> _Exercise requirements_
Return the run of lines below that opens with the line containing "const counts = async" and closes with the line containing "for (const db", keeping each one exact.

*** Opening Given records ***

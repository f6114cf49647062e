/** What is kept about a tenant: theirs to read, to take along and to delete. Laws of our own; no source. */
import { beforeEach, describe, expect, it } from 'vitest'
import { inTransaction } from '#db/org-db.ts'
import { listUnitEvaluations } from '#db/queries/evaluation.ts'
import { findPreference } from '#db/queries/preference.ts'
import { changeTenancyEnd } from '#db/queries/tenancy.ts'
import { at, shower, week } from '#lib/demo/weeks.ts'
import { evaluateProperty } from '#lib/evaluation/evaluate-property.server.ts'
import { giveFeedback } from '#lib/feedback/give-feedback.server.ts'
import { renewFeed } from '#lib/feed/renew-feed.server.ts'
import { eraseEntries } from '#lib/kept/erase-entries.server.ts'
import { exportKept, loadKept } from '#lib/kept/load-kept.server.ts'
import { setPreference } from '#lib/preference/set-preference.server.ts'
import { sendTips } from '#lib/tip/send-tips.server.ts'
import { NOW_MS } from '../../support/factories.ts'
import { COLD, makeWorld, personOf, unitOf, WARM, type World } from '../../support/world.ts'

const DAY_MS = 86_400_000
let world: World
beforeEach(async () => {
  world = await makeWorld()
})
const mine = () => unitOf(world, COLD)

/** Enters what nobody else does, so that a trace of it can be looked for: a shower at 05:17. */
async function enterEverything(): Promise<void> {
  const { tenancyId } = mine()
  const early = [shower(at(5, 17), 2, 9)]
  await setPreference(world.tenant, {
    tenancyId,
    input: { week: week({ weekdays: early, weekend: early }), willing: [] },
    nowMs: NOW_MS + 1,
  })
  await sendTips(world.landlord, { propertyId: world.building.propertyId, nowMs: NOW_MS })
  await giveFeedback(world.tenant, { tenancyId, input: { day: '2026-12-01', verdict: 'cold' }, nowMs: NOW_MS })
  await renewFeed(world.tenant, { tenancyId, nowMs: NOW_MS })
  await evaluateProperty(world.landlord, { propertyId: world.building.propertyId, nowMs: NOW_MS + DAY_MS })
}

/** Every cell of every table in which the time, in words or in minutes, is still found. */
async function tracesOfTime(): Promise<readonly string[]> {
  const tables = ['preference', 'feedback', 'evaluation', 'flag', 'message', 'run', 'audit_entry', 'calendar_feed', 'tenancy'] as const
  const found: string[] = []
  for (const table of tables) {
    for (const row of await world.db.selectFrom(table).selectAll().execute()) {
      for (const [column, value] of Object.entries(row)) {
        if (/05:17|"(readyByMin|readyByMinuteOfDay)":317\b/.test(String(value)) || (column === 'ready_by_min' && value === 317)) {
          found.push(`${table}.${column}`)
        }
      }
    }
  }
  return [...new Set(found)].sort()
}
const counts = async () => (await loadKept(world.tenant, NOW_MS + DAY_MS))[0]

describe('loadKept and exportKept', () => {
  it('count and hand out everything that was entered, computed and sent', async () => {
    await enterEverything()
    expect(await counts()).toMatchObject({ weeks: 2, answers: 1, mails: 1, calendar: true, home: { unit: { code: COLD } } })
    const { tenancies, account } = await exportKept(world.tenant, NOW_MS + DAY_MS)
    expect(account).toEqual({ name: 'tenant', email: expect.stringContaining('@people.example'), roles: ['tenant'] })
    expect(tenancies).toHaveLength(1)
    expect(tenancies[0]).toMatchObject({
      unit: COLD,
      answers: [{ day: '2026-12-01', verdict: 'cold' }],
      weeks: [{ setBy: 'you' }, { setBy: 'whoever runs the building' }],
    })
    expect(tenancies[0]?.computedDays[0]?.showers[0]).toMatchObject({ at: '05:17', count: 2, minutesEach: 9 })
  })
  it('hold nothing of another unit, and nothing that opens the calendar', async () => {
    await enterEverything()
    const text = JSON.stringify(await exportKept(world.tenant, NOW_MS + DAY_MS))
    const { id } = await world.db.selectFrom('calendar_feed').select('id').executeTakeFirstOrThrow()
    expect(text).not.toContain(id)
    for (const code of world.building.units.keys()) if (code !== COLD) expect(text).not.toContain(`"${code}"`)
  })
  it('are forbidden to whoever is no tenant here', async () => {
    for (const db of [world.electrician, world.owner, world.landlord, world.stranger]) {
      await expect(loadKept(db, NOW_MS)).rejects.toMatchObject({ code: 'forbidden' })
      await expect(exportKept(db, NOW_MS)).rejects.toMatchObject({ code: 'forbidden' })
    }
  })
})

describe('eraseEntries', () => {
  it('leaves no trace of a shower time anywhere, and closes what stood on it', async () => {
    await enterEverything()
    expect(await tracesOfTime()).toEqual(expect.arrayContaining(['evaluation.outcome', 'message.text', 'preference.week']))
    await eraseEntries(world.tenant, { tenancyId: mine().tenancyId, nowMs: NOW_MS + DAY_MS })
    expect(await tracesOfTime()).toEqual([])
    expect(await counts()).toMatchObject({ weeks: 0, answers: 0, mails: 0, days: 0, calendar: false })
    const open = await world.db
      .selectFrom('flag')
      .where('unit_id', '=', mine().unitId)
      .where('closed_at_ms', 'is', null)
      .selectAll()
      .execute()
    expect(open.map((flag) => flag.kind)).not.toContain('misses-recovery')
  })
  it('keeps the energy and the cost of past days, which the owner was told', async () => {
    await enterEverything()
    const past = async () => (await listUnitEvaluations(world.landlord, mine().unitId, '2026-12-01', '2026-12-02'))[0]
    const before = await past()
    await eraseEntries(world.tenant, { tenancyId: mine().tenancyId, nowMs: NOW_MS + DAY_MS })
    const { status, energyInKwh, costMinor } = before ?? {}
    expect(before?.outcome.needs.length).toBeGreaterThan(0)
    expect(await past()).toMatchObject({ status, energyInKwh, costMinor, outcome: { needs: [], runs: [] } })
  })
  it("leaves the neighbours' entries as they are", async () => {
    await enterEverything()
    const kept = await findPreference(world.landlord, unitOf(world, WARM).tenancyId)
    const mails = await world.db.selectFrom('message').where('unit_id', '!=', mine().unitId).selectAll().execute()
    await eraseEntries(world.tenant, { tenancyId: mine().tenancyId, nowMs: NOW_MS + DAY_MS })
    expect(await findPreference(world.landlord, unitOf(world, WARM).tenancyId)).toEqual(kept)
    expect(await world.db.selectFrom('message').where('unit_id', '!=', mine().unitId).selectAll().execute()).toEqual(mails)
  })
  it('is open to the landlord on request and to nobody else', async () => {
    const ask = (db: World['tenant'], code = COLD) => eraseEntries(db, { tenancyId: unitOf(world, code).tenancyId, nowMs: NOW_MS })
    await expect(ask(world.tenant, WARM)).rejects.toMatchObject({ code: 'not-found' })
    await expect(ask(world.stranger)).rejects.toMatchObject({ code: 'not-found' })
    await expect(ask(world.electrician)).rejects.toMatchObject({ code: 'forbidden' })
    await expect(ask(world.owner)).rejects.toMatchObject({ code: 'forbidden' })
    await ask(world.landlord)
    expect(await findPreference(world.landlord, mine().tenancyId)).toBeNull()
  })
  it('says that it was done in the audit', async () => {
    await eraseEntries(world.tenant, { tenancyId: mine().tenancyId, nowMs: NOW_MS })
    const entry = await world.db.selectFrom('audit_entry').where('action', '=', 'erase').selectAll().executeTakeFirstOrThrow()
    expect(entry).toMatchObject({ subject_id: mine().tenancyId, person_id: personOf(world.tenant), before: null, after: null })
  })
  it('is there for a tenancy that is over, which is still shown', async () => {
    await enterEverything()
    await inTransaction(world.landlord, (trx) => changeTenancyEnd(trx, mine().tenancyId, '2026-12-02'))
    expect(await counts()).toMatchObject({ weeks: 2, home: { unit: { code: COLD } } })
    await eraseEntries(world.tenant, { tenancyId: mine().tenancyId, nowMs: NOW_MS + DAY_MS })
    expect(await tracesOfTime()).toEqual([])
  })
})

*** Closing Given records ***

> _Solution to the problem_
const counts = async () => (await loadKept(world.tenant, NOW_MS + DAY_MS))[0]

describe('loadKept and exportKept', () => {
  it('count and hand out everything that was entered, computed and sent', async () => {
    await enterEverything()
    expect(await counts()).toMatchObject({ weeks: 2, answers: 1, mails: 1, calendar: true, home: { unit: { code: COLD } } })
    const { tenancies, account } = await exportKept(world.tenant, NOW_MS + DAY_MS)
    expect(account).toEqual({ name: 'tenant', email: expect.stringContaining('@people.example'), roles: ['tenant'] })
    expect(tenancies).toHaveLength(1)
    expect(tenancies[0]).toMatchObject({
      unit: COLD,
      answers: [{ day: '2026-12-01', verdict: 'cold' }],
      weeks: [{ setBy: 'you' }, { setBy: 'whoever runs the building' }],
    })
    expect(tenancies[0]?.computedDays[0]?.showers[0]).toMatchObject({ at: '05:17', count: 2, minutesEach: 9 })
  })
  it('hold nothing of another unit, and nothing that opens the calendar', async () => {
    await enterEverything()
    const text = JSON.stringify(await exportKept(world.tenant, NOW_MS + DAY_MS))
    const { id } = await world.db.selectFrom('calendar_feed').select('id').executeTakeFirstOrThrow()
    expect(text).not.toContain(id)
    for (const code of world.building.units.keys()) if (code !== COLD) expect(text).not.toContain(`"${code}"`)
  })
  it('are forbidden to whoever is no tenant here', async () => {
    for (const db of [world.electrician, world.owner, world.landlord, world.stranger]) {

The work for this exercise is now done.